= Twelfth Finance Commission =

2002 finance commission of India

The Twelfth Finance Commission of India was appointed on 1 November 2002 to make recommendations on the distribution of net proceeds of sharable taxes between union and states. The commission was headed by veteran economist of India, C. Rangarajan. The commission submitted its report on 30 November 2004 and covered the period from 2005 to 2010.

==Members==
The members of the commission were:

- C. Rangarajan, Chair
- T.R Prasad, IAS (retired)
- D.K Srivastava
- Som Pal, part time Member, resigned 14 May 2004
- Shankar N. Acharya, part time Member, replacing Som Pal from 2 July 2004

==Terms of Reference==
The commission was asked to make recommendations on the following matters:

1. The distribution of net proceed of taxes between union and states which are to be divided under chapter 1 part 12 of the constitution.
2. The policies required to increase the consolidated fund of states on the basis of recommendation made by the finance commission of states to supplement the resources of municipalities and panchayats in the state.
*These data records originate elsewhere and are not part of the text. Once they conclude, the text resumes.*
using System.Globalization;

namespace ForceFit.Ingest.Streams;

/// <summary>
/// Parses plain decimal numbers ("-12.3456", "7", "1.5e-3") from UTF-8. The common case, at most 19 significant
/// digits and no exponent, is exact: the digits form an integer below 2^63 and one division by an exact power of
/// ten (at most 10^22) rounds correctly when the integer is below 2^53 (W. D. Clinger, PLDI 1990); otherwise the
/// runtime's correctly rounded parser is used.
/// </summary>
public static class FastNumber
{
    private static readonly double[] PowersOfTen = Enumerable.Range(0, 23).Select(i => Math.Pow(10, i)).ToArray();

    /// <summary>Parses a field; false when it is not a number. NaN and infinity parse (the caller rejects them).</summary>
    public static bool TryParse(ReadOnlySpan<byte> s, out double value)
    {
        int i = 0;
        while (i < s.Length && (s[i] == (byte)' ' || s[i] == (byte)'\t')) i++;
        int end = s.Length;
        while (end > i && (s[end - 1] == (byte)' ' || s[end - 1] == (byte)'\t')) end--;
        bool negative = false;
        if (i < end && (s[i] == (byte)'-' || s[i] == (byte)'+'))
        {
            negative = s[i] == (byte)'-';
            i++;
        }
        ulong mantissa = 0;
        int digits = 0, fraction = 0;
        uint d;
        while (i < end && (d = (uint)(s[i] - '0')) <= 9)
        {
            mantissa = mantissa * 10 + d;
            digits++;
            i++;
        }
        if (i < end && s[i] == (byte)'.')
        {
            i++;
            int fractionStart = i;
            while (i < end && (d = (uint)(s[i] - '0')) <= 9)
            {
                mantissa = mantissa * 10 + d;
                digits++;
                i++;
            }
            fraction = i - fractionStart;
        }
        if (i == end && digits > 0 && digits <= 15 && fraction <= 22)
        {
            double v = fraction == 0 ? mantissa : mantissa / PowersOfTen[fraction];
            value = negative ? -v : v;
            return true;
        }
        return double.TryParse(s, NumberStyles.Float, CultureInfo.InvariantCulture, out value);
    }
}
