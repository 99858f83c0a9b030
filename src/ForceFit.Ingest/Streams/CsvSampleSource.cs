using System.Text;
using CsvHelper;
using ForceFit.Core.Problems;
using ForceFit.Ingest.Data;
using ForceFit.Ingest.RunFiles;

namespace ForceFit.Ingest.Streams;

/// <summary>
/// Streams a run's CSV/TSV into SI samples: the delimiter from the header line, '#' comment lines, quoted
/// headers, dot decimals whatever the locale. CsvHelper finds the records; the four mapped fields are parsed
/// straight from each record's bytes. Every bad value is an error naming the file, line and column; a truncated
/// last line is dropped with a warning.
/// </summary>
public sealed class CsvSampleSource : ISampleSource
{
    private readonly string _file;
    private readonly FileStream _stream;
    private readonly CsvReader _reader;
    private readonly int[] _index = new int[4];
    private readonly double[] _toSi = new double[4];
    private readonly string[] _names = new string[4];
    private readonly byte _separator;
    private readonly int _fieldCount;
    private readonly bool _endsWithNewline;
    private readonly List<string> _warnings = [];
    private double _lastTime = double.NegativeInfinity;
    private long _lastTimeLine;
    private bool _pending;

    /// <summary>Opens the run's data file (read-only) and maps its columns.</summary>
    public CsvSampleSource(RunSettings run)
    {
        _file = run.DataFile;
        DataFileHeader header = DataFileProbe.ReadHeader(_file);
        IReadOnlyList<Problem> missing = DataFileProbe.CheckColumns(run);
        if (missing.Count > 0) throw new InputException(missing);
        ColumnSettings signal = run.Columns.Frequency ?? run.Columns.Deflection!;
        if (run.Instrument.Mode == InstrumentMode.Deflection) signal = run.Columns.Deflection!;
        ColumnSettings[] columns = [run.Columns.Time, run.Columns.Piezo, run.Columns.Bias, signal];
        for (int c = 0; c < 4; c++)
        {
            _index[c] = header.Columns.ToList().IndexOf(columns[c].Name);
            _toSi[c] = columns[c].Unit.ToSi;
            _names[c] = columns[c].Name;
        }
        _fieldCount = header.Columns.Count;
        _separator = (byte)header.Delimiter;
        _stream = new FileStream(_file, FileMode.Open, FileAccess.Read, FileShare.Read, 1 << 16);
        Length = _stream.Length;
        _endsWithNewline = EndsWithNewline(_stream);
        _reader = CsvReader.Create(_stream, new CsvReaderOptions
        {
            HasHeader = true,
            Separator = header.Delimiter,
            CommentPrefix = '#',
            TrackLineNumbers = true,
            SkipEmptyLines = true,
        }, leaveOpen: true);
        _ = _reader.Headers;
    }

    private static bool EndsWithNewline(FileStream stream)
    {
        if (stream.Length == 0) return true;
        stream.Seek(-1, SeekOrigin.End);
        bool newline = stream.ReadByte() == '\n';
        stream.Seek(0, SeekOrigin.Begin);
        return newline;
    }

    /// <inheritdoc />
    public long BytesRead => _stream.Position;

    /// <inheritdoc />
    public long Length { get; }

    /// <inheritdoc />
    public IReadOnlyList<string> Warnings => _warnings;

    /// <inheritdoc />
    public bool Read(SampleBlock block)
    {
        block.Count = 0;
        Span<double> values = stackalloc double[4];
        while (block.Count < block.Capacity)
        {
            if (!_pending && !_reader.Read()) break;
            _pending = false;
            long line = _reader.LineNumber;
            if (!ParseRecord(values, line, out string? problem))
            {
                // A bad record at the very end of a file that does not end with a line break is a truncated last
                // line: dropped with a warning. Anywhere else it is an error.
                if (!_endsWithNewline && !_reader.Read())
                {
                    _warnings.Add($"{_file}:{line}: the last line is incomplete ({problem}); it was dropped");
                    break;
                }
                throw new InputException(new Problem(_file, (int)Math.Min(line, int.MaxValue), problem!));
            }
            int i = block.Count++;
            block.Time[i] = values[0] * _toSi[0];
            block.Piezo[i] = values[1] * _toSi[1];
            block.Bias[i] = values[2] * _toSi[2];
            block.Signal[i] = values[3] * _toSi[3];
            block.Lines[i] = line;
            if (!(block.Time[i] > _lastTime))
                throw new InputException(new Problem(_file, (int)line, $"column '{_names[0]}': time does not increase ({values[0]} after the value on line {_lastTimeLine})"));
            _lastTime = block.Time[i];
            _lastTimeLine = line;
        }
        return block.Count > 0;
    }

    private bool ParseRecord(Span<double> values, long line, out string? problem)
    {
        ReadOnlySpan<byte> record = _reader.RawRecord;
        problem = null;
        if (FastRecord(record, values)) return true;
        if (record.IndexOf((byte)'"') >= 0) return ParseQuoted(values, out problem);
        // The careful path, which also says what is wrong: split at the separator, parse each mapped field.
        int field = 0, start = 0;
        for (int i = 0; i <= record.Length; i++)
        {
            if (i < record.Length && record[i] != _separator) continue;
            for (int c = 0; c < 4; c++)
                if (_index[c] == field && !Value(record[start..i], c, values, out problem)) return false;
            field++;
            start = i + 1;
        }
        if (field != _fieldCount)
        {
            problem = $"the row has {field} fields, the header {_fieldCount}";
            return false;
        }
        _ = line;
        return true;
    }

    /// <summary>
    /// One pass over a record of plain numbers: digits accumulate while the separators are found. Returns false
    /// for anything unusual (quotes, spaces, exponents, more than 15 digits, empty or extra fields), which then
    /// takes the careful path.
    /// </summary>
    private bool FastRecord(ReadOnlySpan<byte> record, Span<double> values)
    {
        int i = 0, field = 0, found = 0;
        byte separator = _separator;
        while (true)
        {
            int column = -1;
            for (int c = 0; c < 4; c++) if (_index[c] == field) column = c;
            if (column < 0)
            {
                int next = record[i..].IndexOf(separator);
                if (next < 0) { i = record.Length; field++; break; }
                i += next + 1;
                field++;
                continue;
            }
            bool negative = false;
            if (i < record.Length && record[i] == (byte)'-') { negative = true; i++; }
            ulong mantissa = 0;
            int digits = 0, fraction = 0;
            uint d;
            while (i < record.Length && (d = (uint)(record[i] - '0')) <= 9) { mantissa = mantissa * 10 + d; digits++; i++; }
            if (i < record.Length && record[i] == (byte)'.')
            {
                i++;
                int fractionStart = i;
                while (i < record.Length && (d = (uint)(record[i] - '0')) <= 9) { mantissa = mantissa * 10 + d; digits++; i++; }
                fraction = i - fractionStart;
            }
            if (digits == 0 || digits > 15) return false;
            double v = fraction == 0 ? mantissa : mantissa / PowersOfTen[fraction];
            values[column] = negative ? -v : v;
            found++;
            field++;
            if (i == record.Length) break;
            if (record[i] != separator) return false;
            i++;
        }
        return found == 4 && field == _fieldCount;
    }

    private static readonly double[] PowersOfTen = Enumerable.Range(0, 23).Select(k => Math.Pow(10, k)).ToArray();

    private bool ParseQuoted(Span<double> values, out string? problem)
    {
        problem = null;
        if (_reader.FieldCount != _fieldCount)
        {
            problem = $"the row has {_reader.FieldCount} fields, the header {_fieldCount}";
            return false;
        }
        for (int c = 0; c < 4; c++)
            if (!Value(_reader.GetSpan(_index[c]), c, values, out problem)) return false;
        return true;
    }

    private bool Value(ReadOnlySpan<byte> cell, int column, Span<double> values, out string? problem)
    {
        problem = null;
        if (!FastNumber.TryParse(cell, out double v))
        {
            problem = cell.Trim((byte)' ').Length == 0
                ? $"column '{_names[column]}': the cell is empty"
                : $"column '{_names[column]}': '{Encoding.UTF8.GetString(cell)}' is not a number";
            return false;
        }
        if (!double.IsFinite(v))
        {
            problem = $"column '{_names[column]}': '{Encoding.UTF8.GetString(cell)}' is not a finite number";
            return false;
        }
        values[column] = v;
        return true;
    }

    /// <inheritdoc />
    public void Dispose()
    {
        _reader.Dispose();
        _stream.Dispose();
    }
}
In making the recommendation, the commission was asked to pay regard to
1. The resources of the union government and state government for five years starting from 1 April 2005 on the basis of the total tax and non-tax that it will likely to receive by the end of 2003–04.
2. The demand of the resources by the central government, in particular the need of expenditure on civil administration, internal security, defence, debt servicing and other committed expenditure and liabilities.

==Major recommendations==

- Macro-economic stability: the total fiscal deficit for centre and states to be reduced to 3% of GDP and the total tax-GDP ratio of both centre and states to be increased to 17.6% of GDP in 2009–10. The revenue deficit for the centre and states combined to be reduced to 0% by 2008.
- Distribution of Union Tax: the total share of states in the total sharable central taxes to be fixed at 30.5% and the share of states will come down to 29.5% if the states levy sales tax on sugar, textiles and tobacco.
- Grants to local bodies: the total grant that will have to be given to the states for panchayati raj institutions and local urban bodies for the period of 2005-09 will be Rs 20000 crores and Rs 5000 crores respectively.
- Calamity relief fund: the calamity relief fund scheme will continue as it was in the previous plans with central and states contributing in the ratio of 75: 25. The size of fund will be Rs 21333 crore for the period of 2005–10.
- Grant in aids to the states: for the period of 2005–10, the total non-plan revenue deficit grant of Rs 56856 crores is recommended to 15 states and the total grant of Rs 10172 is recommended for 8 educationally backward states. A grant of Rs 15000 crores is recommended for building roads and bridges which is in addition to the normal expenditure of the states while the grants that are recommended to the states for maintenance of public buildings, forests, heritage conservation and specific needs of states are Rs 500 crore, Rs 100 crore, Rs 625 crore and Rs 7100 crore.